The one thing that Westminster has needed all these years is someone to whom politicians could turn to... a shoulder to cry on... a source of common sense advice... and now at last they have one! It's Aunt Agatha, Westminster's very own agony aunt. And a bumper bundle of emotional and personal problems she has to kick off with, too! Today she deals with dilemmas she has received in the last seven days...


Dear Clare,

Relax, relax. In a year's time you will look back and say to yourself: why on earth did I get so worked up over this man Tony? Right now, you are so close to it that you think it is the most important thing in the world to get your revenge on his spurning of you, but revenge is never worth it. It only hurts the revenger. Meanwhile, ask yourself two questions: 1) Is he really worth it? (Reading between the lines, I get the feeling that this Tony is a man of fleeting affections, and a bit of a chancer!) 2) Is it worth indulging in attention-seeking behaviour if you're not looking your best? And let's face it, revenge-seeking never makes you look at your best, does it, Clare? Be honest.

Dear Gordon,

You're not the only one. I get many letters from people who have become frightened by the amount they have borrowed to fund future projects. You just have to believe in yourself.


Dear David,

There is a technical word for your belief that lots of people are coming from overseas to take your job and your money. It is called paranoia. There is also a cure for this. It is called getting out and about a bit more.


Dear Ann,

It seems very unfair to you that you are being victimised for reporting a joke about cockle-pickers, but I am not sure that that is what this is really about.
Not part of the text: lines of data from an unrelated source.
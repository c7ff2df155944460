import type { StreamId, UnitId } from '../engine/ids';
import type { Evidence, Finding } from '../engine/outcome';
import { formatDecimals, type MeasureSet, type Measures, show, THIN_SPACE } from '../quantity';
import { SENTENCES } from './codes';
import { EQUILIBRIUM_WORDS } from './general/equilibrium';
import { SKETCH_WORDS } from './general/sketch';
import { makeSlots, type Names, type Words } from './general/slots';
import { capital, humanised } from './humanise';
import { basisWord, portWord, propertyWord, settingWord } from './words';

/** How a finding's ids are called, and in what it is measured. A name that is unknown is shown by its id. */
export interface SayContext extends Names {
  readonly measures: Measures | MeasureSet;
}

export interface Said {
  readonly title: string;
  readonly sentence: string;
  readonly next?: string;
  readonly basis?: string;
  /** "V-101, stream 4": where it is; empty for the whole sketch. */
  readonly where: string;
}

const CHEMICALS = new Set(['chemical', 'first', 'second']);

/** A pure number that is whole is a count and has no decimals: "18 of the pairs". */
function quantityText(seen: Evidence, measures: SayContext['measures']): string {
  if (seen.dim === 'number' && Number.isInteger(seen.value)) return formatDecimals(seen.value, 0);
  const { number, unit } = show(seen.value, seen.dim, measures);
  return unit === '' ? number : `${number} ${unit}`;
}

function valueText(seen: Evidence, percent: boolean, kind: string, ctx: SayContext): string {
  const { name, text } = seen;
  if (text === undefined) {
    if (!percent) return quantityText(seen, ctx.measures);
    return `${show(seen.value * 100, 'number', ctx.measures, { significant: 3 }).number} %`;
  }
  if (CHEMICALS.has(name)) return ctx.chemical?.(text) ?? text;
  if (name === 'pair')
    return text
      .split(' + ')
      .map((id) => ctx.chemical?.(id) ?? id)
      .join(' + ');
  if (name === 'unit') return ctx.tag?.(text as UnitId) ?? text;
  if (name === 'stream') return ctx.number?.(text as StreamId) ?? text;
  if (name === 'port' || name === 'outlet') return portWord(kind, text);
  if (name === 'property' || name === 'lacks') return propertyWord(text);
  return text;
}

/** Fills the slots of one sentence. */
function filled(template: string, f: Finding, ctx: SayContext): string {
  const kind = (f.at.unit && ctx.kind?.(f.at.unit)) ?? '';
  return template.replace(/\{(\w+)(%|\.\.\.)?\}/g, (_, name: string, how?: string) => {
    const all = f.evidence.filter((e) => e.name === name);
    if (all.length > 0)
      return (how === '...' ? all : all.slice(0, 1))
        .map((e) => valueText(e, how === '%', kind, ctx))
        .join(', ');
    if (name === 'setting') return f.at.path === undefined ? 'a value' : settingWord(kind, f.at.path);
    if (name === 'port' && f.at.port !== undefined) return portWord(kind, f.at.port);
    if (name === 'stream' && f.at.stream !== undefined) return ctx.number?.(f.at.stream) ?? f.at.stream;
    if (name === 'chemical' && f.at.chemical !== undefined)
      return ctx.chemical?.(f.at.chemical) ?? f.at.chemical;
    return '–';
  });
}

function whereOf({ at }: Finding, ctx: SayContext): string {
  const unit = at.unit && (ctx.tag?.(at.unit) ?? at.unit);
  const stream = at.stream && `stream ${ctx.number?.(at.stream) ?? at.stream}`;
  return [unit, stream].filter(Boolean).join(', ');
}

/** In running text a line may not end within a number: "281" above "300 kmol/h" reads as two. */
const unbroken = (text: string): string => text.replaceAll(THIN_SPACE, '\u202f');

/** What the document and a flash say. */
const WORDS: Readonly<Record<string, Words>> = { ...SKETCH_WORDS, ...EQUILIBRIUM_WORDS };

/** Title, sentence and next step of a code, wherever its words stand; nobody's code is shown by its own words. */
function wordsOf(f: Finding, ctx: SayContext): Pick<Said, 'title' | 'sentence' | 'next'> {
  if (Object.hasOwn(WORDS, f.code)) {
    const words = WORDS[f.code]!;
    const slots = makeSlots(f.evidence, f.at, ctx.measures, ctx);
    const next = words.next?.(slots);
    return { title: words.title, sentence: words.sentence(slots), ...(next ? { next } : {}) };
  }
  const sentence = Object.hasOwn(SENTENCES, f.code) ? SENTENCES[f.code] : undefined;
  if (!sentence) return { title: capital(humanised(f.code)), sentence: `${humanised(f.code)}.` };
  const next = sentence.next === undefined ? {} : { next: filled(sentence.next, f, ctx) };
  return { title: sentence.title, sentence: filled(sentence.says, f, ctx), ...next };
}

/**
 * A finding as people read it: title, sentence, next step, basis of its threshold, place. Numbers are shown in the measures
 * asked for.
 */
export function sayFinding(f: Finding, ctx: SayContext): Said {
  const { title, sentence, next } = wordsOf(f, ctx);
  const basis = f.evidence.find((e) => e.name === 'basis')?.text;
  return {
    title,
    sentence: unbroken(capital(sentence)),
    ...(next === undefined ? {} : { next: unbroken(next) }),
    ...(basis === undefined ? {} : { basis: basisWord(basis) }),
    where: whereOf(f, ctx),
  };
}
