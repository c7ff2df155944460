import type { StreamState } from '../../equilibrium/types';
import type { Port } from '../../ids';
import { type Finding, noSolution, type Outcome, saw, solved } from '../../outcome';
import { answerOf } from '../answer';
import { scaledStream, totalOf } from '../streams';
import type { Answer, Call, FlowSI, UnitKind } from '../types';

export interface DivideSettings {
  readonly shares: Readonly<Record<Port, FlowSI>>;
}
export interface DivideResults {
  /** Molar share of the inlet by outlet [-]. */
  readonly shares: Readonly<Record<Port, number>>;
}

type Reason = Pick<Finding, 'code'> & { readonly port?: Port; readonly evidence?: Finding['evidence'] };

/** Mass flow of a stream, or of one of its chemicals [g/s]. */
function mass_g_s(stream: StreamState, call: Call<unknown>, only?: number): number {
  let m = 0;
  for (let i = 0; i < stream.n_mol_s.length; i++)
    if (only === undefined || i === only) m += stream.n_mol_s[i]! * call.model.chemicals[i]!.MW_g_mol;
  return m;
}

/** Share of the inlet that one outlet takes [-]; the outlet has the inlet's composition, so mole and mass shares agree. */
function shareOf(flow: FlowSI, inlet: StreamState, call: Call<unknown>): number {
  if (flow.is === 'molar') return flow.n_mol_s / totalOf(inlet.n_mol_s);
  if (flow.is === 'mass') return (flow.m_kg_s * 1e3) / mass_g_s(inlet, call);
  if (flow.chemical === undefined) return flow.share;
  return flow.basis === 'mole'
    ? (flow.share * inlet.n_mol_s[flow.chemical]!) / totalOf(inlet.n_mol_s)
    : (flow.share * mass_g_s(inlet, call, flow.chemical)) / mass_g_s(inlet, call);
}

function shares(call: Call<DivideSettings>, inlet: StreamState): Record<Port, number> | Reason {
  const named = call.settings.shares;
  const unknown = Object.keys(named).find((port) => !call.outPorts.includes(port));
  if (unknown !== undefined) return { code: 'divide/unknown-outlet', port: unknown };
  const rest = call.outPorts.filter((port) => !(port in named));
  const taker = rest[0];
  if (taker === undefined) return { code: 'divide/no-rest-outlet' };
  if (rest.length > 1) return { code: 'divide/several-rest-outlets' };
  const nothing = inlet.phases.length === 0;
  const found: Record<Port, number> = {};
  let sum = 0;
  for (const [port, flow] of Object.entries(named)) {
    if (nothing && flow.is !== 'share' && (flow.is === 'molar' ? flow.n_mol_s : flow.m_kg_s) > 0)
      return { code: 'divide/flow-from-nothing', port };
    const share = nothing ? 0 : shareOf(flow, inlet, call);
    const evidence = [saw('share', share, 'fraction')] as const;
    if (!(share >= 0)) return { code: 'divide/share-below-zero', port, evidence };
    found[port] = share;
    sum += share;
  }
  if (sum > 1 + 1e-12)
    return { code: 'divide/shares-above-whole', evidence: [saw('share', sum, 'fraction')] };
  found[taker] = Math.max(0, 1 - sum);
  return found;
}

const isReason = (found: Record<Port, number> | Reason): found is Reason => typeof found.code === 'string';

function solve(call: Call<DivideSettings>): Outcome<Answer<DivideResults>> {
  const inlet = call.in.in!;
  const found = shares(call, inlet);
  if (isReason(found)) {
    const { code, port, evidence = [] } = found;
    const at = port === undefined ? { unit: call.unit } : { unit: call.unit, port, path: `shares.${port}` };
    return noSolution({ code, weight: 'beyond-limit', at, evidence });
  }
  const out: Record<Port, StreamState> = {};
  for (const [port, share] of Object.entries(found)) out[port] = scaledStream(inlet, share);
  return solved(answerOf(out, { shares: found }, []));
}

/**
 * Given split of one stream; state and composition stay, so that mole and mass shares agree. The outlet without a share takes
 * the rest.
 *
 * Gives divide/unknown-outlet, divide/no-rest-outlet, divide/several-rest-outlets, divide/share-below-zero,
 * divide/shares-above-whole or divide/flow-from-nothing.
 */
export const divide: UnitKind<DivideSettings, DivideResults> = { solve, limits: () => [] };
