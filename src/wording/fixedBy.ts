import type { StreamId } from '../engine/ids';
import { parseQuantity, unitLabel } from '../quantity';
import type { Dimension } from '../quantity/dimension';
import type { Names } from './general/slots';
import { portWord } from './words';

/** Settings as they were typed: anything may be missing. */
type Typed = Readonly<Record<string, unknown>>;
const isTyped = (value: unknown): value is Typed => typeof value === 'object' && value !== null;

const BLANK = '…';

/** A quantity as typed, in its own unit: "-1200 kW", "98 degC" as "98 °C". */
function quantityText(value: unknown, dims: readonly Dimension[]): string {
  if (typeof value !== 'string' && typeof value !== 'number') return BLANK;
  const read = parseQuantity(value, dims);
  return read.ok ? `${read.number} ${unitLabel(read.unit, read.dim)}`.trim() : String(value);
}

const nameOf = (id: unknown, names: Names): string =>
  typeof id === 'string' ? (names.chemical?.(id) ?? id) : BLANK;

/** "14 % of stream 1, mol", "40 kmol/h". */
export function flowText(value: unknown, names: Names): string {
  if (!isTyped(value)) return quantityText(value, ['molarFlow', 'massFlow']);
  const { share, of, basis, chemical } = value;
  const id = isTyped(of) ? of.stream : undefined;
  const stream = typeof id === 'string' ? `stream ${names.number?.(id as StreamId) ?? id}` : 'all feeds';
  const what = chemical === undefined ? stream : `${nameOf(chemical, names)} in ${stream}`;
  return `${quantityText(share, ['fraction'])} of ${what}, ${basis === 'mass' ? 'mass' : 'mol'}`;
}

/** "stage 12", "the condenser". */
export const placeText = (at: unknown): string =>
  typeof at === 'number' ? `stage ${at}` : at === 'condenser' || at === 'reboiler' ? `the ${at}` : BLANK;

/** A duty by its size and a word for its direction; into the column is positive in files. */
export function dutyText(value: unknown): string {
  const text = quantityText(value, ['power']);
  if (text === BLANK) return text;
  const isRemoved = /^[-−]/.test(text);
  return `${text.replace(/^[-−+]\s*/, '')} ${isRemoved ? 'removed' : 'added'}`;
}

/** One of the quantities that fix a column, in words: "vapour distillate 14 % of stream 1, mol". */
export function fixingText(item: unknown, names: Names): string {
  if (!isTyped(item)) return BLANK;
  const { value } = item;
  const product = typeof item.product === 'string' ? portWord('column', item.product) : BLANK;
  const chemical = nameOf(item.chemical, names);
  switch (item.fix) {
    case 'refluxRatio':
      return `reflux ratio ${quantityText(value, ['number'])}`;
    case 'boilup':
      return `boil-up ratio ${quantityText(value, ['number'])}`;
    case 'flow':
      return `${product} ${flowText(value, names)}`;
    case 'reflux':
      return `reflux ${flowText(value, names)}`;
    case 'purity':
      return `${chemical} in ${product} ${quantityText(value, ['fraction'])}, ${item.basis === 'mass' ? 'mass' : 'mol'}`;
    case 'recovery':
      return `recovery of ${chemical} in ${product} ${quantityText(value, ['fraction'])}`;
    case 'temperature':
      return `${quantityText(value, ['temperature'])} at ${placeText(item.stage)}`;
    case 'duty':
      return `${typeof item.at === 'string' ? item.at : BLANK} duty ${dutyText(value)}`;
    default:
      return BLANK;
  }
}

/** "reflux ratio 2.4; vapour distillate 14 % of stream 1, mol"; "nothing: no ends" needs no words and is empty. */
export const fixedByText = (settings: Typed, names: Names): string =>
  Array.isArray(settings.fixedBy)
    ? settings.fixedBy.map((item: unknown) => fixingText(item, names)).join('; ')
    : '';

/** "26 stages + partial condenser + reboiler": stages lie between the ends, ends are named. */
export function stagesText(settings: Typed): string {
  const { stages } = settings;
  const count = typeof stages === 'number' || typeof stages === 'string' ? String(stages) : BLANK;
  return [`${count} ${count === '1' ? 'stage' : 'stages'}`, ...endWords(settings)].join(' + ');
}

/** "partial condenser", "total condenser", "reboiler": the ends that a column has. */
export function endWords({ top, bottom }: Typed): readonly string[] {
  const distillate = isTyped(top) ? top.distillate : undefined;
  const reboiler = isTyped(bottom) ? bottom.reboiler : undefined;
  return [
    ...(distillate === 'vapour' ? ['partial condenser'] : distillate === 'liquid' ? ['total condenser'] : []),
    ...(reboiler === true ? ['reboiler'] : []),
  ];
}
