import { capital, humanised } from './humanise';
import { KIND_WORDS } from './kinds';

const wordsOf = (kind: string) => (Object.hasOwn(KIND_WORDS, kind) ? KIND_WORDS[kind] : undefined);

/** "flash drum" for 'drum'; a kind that is called by its service ("fan") goes by that. */
export function kindWord(kind: string, service?: unknown): string {
  const words = wordsOf(kind);
  const own = typeof service === 'string' ? words?.options?.[service] : undefined;
  return own ?? words?.name ?? humanised(kind);
}

/** One line on what a kind does; empty when nobody wrote one. */
export const kindAbout = (kind: string): string => wordsOf(kind)?.about ?? '';

/** "inlet 2" for 'in2'. */
export function portWord(kind: string, port: string): string {
  const ports = wordsOf(kind)?.ports ?? { in: 'inlet', out: 'outlet' };
  if (ports[port] !== undefined) return ports[port];
  const [, stem = port, number = ''] = /^(.*?)(\d*)$/.exec(port) ?? [];
  return number !== '' && ports[stem] !== undefined ? `${ports[stem]} ${number}` : humanised(port);
}

/** What a chemical of one's own is made of, by key in the file. */
export const OWN_WORDS: Readonly<Record<string, string>> = {
  MW: 'molar mass',
  Tc: 'critical temperature',
  Pc: 'critical pressure',
  omega: 'acentric factor',
  Hf: 'enthalpy of formation',
  S0: 'standard entropy',
  Cp: 'ideal-gas heat capacity',
  Psat: 'vapour pressure',
  Hvap: 'heat of vaporisation',
  rhoL: 'liquid density',
  cpL: 'liquid heat capacity',
};

/** Labels of settings that mean the same wherever they stand; the path's end decides. */
const SETTINGS: Readonly<Record<string, string>> = {
  'p.P': 'outlet pressure',
  'p.drop': 'pressure drop',
  'p.ratio': 'outlet to inlet pressure',
  T: 'temperature',
  P: 'pressure',
  p: 'outlet pressure',
  h: 'heat',
  drop: 'pressure drop',
  ratio: 'pressure ratio',
  ...OWN_WORDS,
};

/** Label of a setting by its path inside `settings`: the kind's own, else a common one, else its key's words. */
export function settingWord(kind: string, path: string): string {
  const own = wordsOf(kind)?.settings;
  if (own?.[path] !== undefined) return own[path];
  const keys = path.split('.');
  const last = keys.at(-1) ?? path;
  const port =
    /^(shares|feeds|sides)$/.test(keys[0] ?? '') && keys.length === 2 ? portWord(kind, last) : undefined;
  return SETTINGS[path] ?? port ?? SETTINGS[last] ?? humanised(last);
}

/** Label of a result by its key. */
export const resultWord = (kind: string, key: string): string =>
  wordsOf(kind)?.results?.[key] ?? humanised(key);

/** Word of a choice. */
export const optionWord = (kind: string, value: string): string => wordsOf(kind)?.options?.[value] ?? value;

const STATES: Readonly<Record<string, string>> = {
  solved: 'solved',
  'needs-value': 'needs a value',
  waiting: 'waiting',
  'no-solution': 'no solution',
  'out-of-date': 'out of date',
};
export const stateWord = (state: string): string => STATES[state] ?? humanised(state);

const WEIGHTS: Readonly<Record<string, string>> = {
  note: 'note',
  caution: 'caution',
  'beyond-limit': 'beyond limit',
};
export const weightWord = (weight: string): string => WEIGHTS[weight] ?? humanised(weight);

const PHASES: Readonly<Record<string, string>> = {
  vapour: 'vapour',
  liquid: 'liquid',
  liquid2: 'second liquid',
  dense: 'dense phase',
};
export const phaseWord = (kind: string): string => PHASES[kind] ?? humanised(kind);

const RULES: Readonly<Record<string, string>> = {
  'viscosity/wilke': 'Wilke’s rule for gases at low pressure',
  'viscosity/log-average': 'mean of the logarithms by mole (Grunberg and Nissan without interaction)',
};
/** The mixture rule behind a viscosity. */
export const mixtureRuleWord = (key: string): string => RULES[key] ?? humanised(key);

const BASES: Readonly<Record<string, string>> = {
  'common-practice': 'common practice',
  balance: 'follows from the balance',
  'phase-stability': 'phase stability (tangent plane of the Gibbs energy)',
  'melting-points': 'melting points of the pure chemicals',
  'table-range': 'the range stated with the correlation',
  'own-rule': 'a rule of this program',
};
/** What a threshold rests on. */
export const basisWord = (key: string): string => BASES[key] ?? humanised(key);

const PROPERTIES: Readonly<Record<string, string>> = {
  ideal_gas_cp: 'ideal-gas heat capacity',
  vapor_pressure: 'vapour pressure',
  enthalpy_of_vaporization: 'heat of vaporisation',
  liquid_density: 'liquid density',
  liquid_cp: 'liquid heat capacity',
  Tc_K: 'critical temperature',
  Pc_Pa: 'critical pressure',
  omega: 'acentric factor',
};
/** A property of a chemical by its key in the data. */
export const propertyWord = (key: string): string => PROPERTIES[key] ?? humanised(key);

const MODELS: Readonly<Record<string, string>> = {
  'peng-robinson': 'Peng–Robinson',
  'soave-redlich-kwong': 'Soave–Redlich–Kwong',
  raoult: 'Raoult’s law with ideal gas',
  nrtl: 'NRTL',
  wilson: 'Wilson',
  uniquac: 'UNIQUAC',
  unifac: 'UNIFAC',
  'unifac-dortmund': 'UNIFAC (Dortmund)',
  steam: 'steam (IAPWS-IF97)',
};
/** Published name of a thermodynamic model. */
export const modelWord = (kind: string): string => MODELS[kind] ?? capital(humanised(kind));
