/** Labels that compressors and expanders share. */
export const MACHINE_SETTINGS: Readonly<Record<string, string>> = {
  p: 'outlet',
  'p.P': 'outlet pressure',
  'p.ratio': 'outlet to inlet pressure',
  'p.T': 'discharge temperature',
  efficiency: 'efficiency',
  'efficiency.isentropic': 'isentropic efficiency',
  'efficiency.polytropic': 'polytropic efficiency',
  service: 'service',
};
export const MACHINE_RESULTS: Readonly<Record<string, string>> = {
  power_W: 'shaft power',
  electric_W: 'electric power',
  P_Pa: 'outlet pressure',
  ratio: 'outlet to inlet pressure',
  T_K: 'outlet temperature',
  isentropicT_K: 'outlet temperature without losses',
  isentropicEfficiency: 'isentropic efficiency',
  polytropicEfficiency: 'polytropic efficiency',
  isentropicHead_J_kg: 'isentropic head',
  polytropicHead_J_kg: 'polytropic head',
  suctionVolume_m3_s: 'volume flow at the inlet',
  dewMargin_K: 'inlet above its dew point by',
};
What you have to remember, Ann, is you tell jokes at your own peril. There are three kinds of women who make men very uneasy: women who know about sport, women who can mend cars, and women who tell jokes. It's because we are invading their territory. This may seem a little old-fashioned, Ann, but my advice is to be a bit more like a woman, a bit less like a man. You'll be amazed how quickly people's attitudes will change, and all this will be forgotten.


Dear Tony,

Yes, we all imagine from time to time that our colleagues don't like us. In this case, it sounds as if your fellow managers Jacques and Gerhard were firm friends before you came along, and it may be that each of them thinks your overtures are a threat to this bond, and you have designs on the other one's friendship. To put it crudely, they don't want you in their gang. I think the solution may lie in these new colleagues from Eastern Europe you mention fleetingly. It sounds as if they will be needing friendship and guidance from someone already in the group. Why not you? Why not make a big effort to be friends with them? Jacques and Gerhard may take more notice of you if you have your own gang, so to speak!


Dear Geoff,

Relax, relax. Don't be paranoid. You say for months that everyone at work has predicted you will lose your job. People are whispering behind your back that you are for the push. But you haven't been fired, have you? They were wrong, weren't they? So relax! Live a little! On the other hand, of course, it never hurts to have an alternative job lined up, just in case...


Dear Rev Ian,

I have read your letter several times, and have reluctantly come to the conclusion either that it is a leg-pull or that you are a nutter.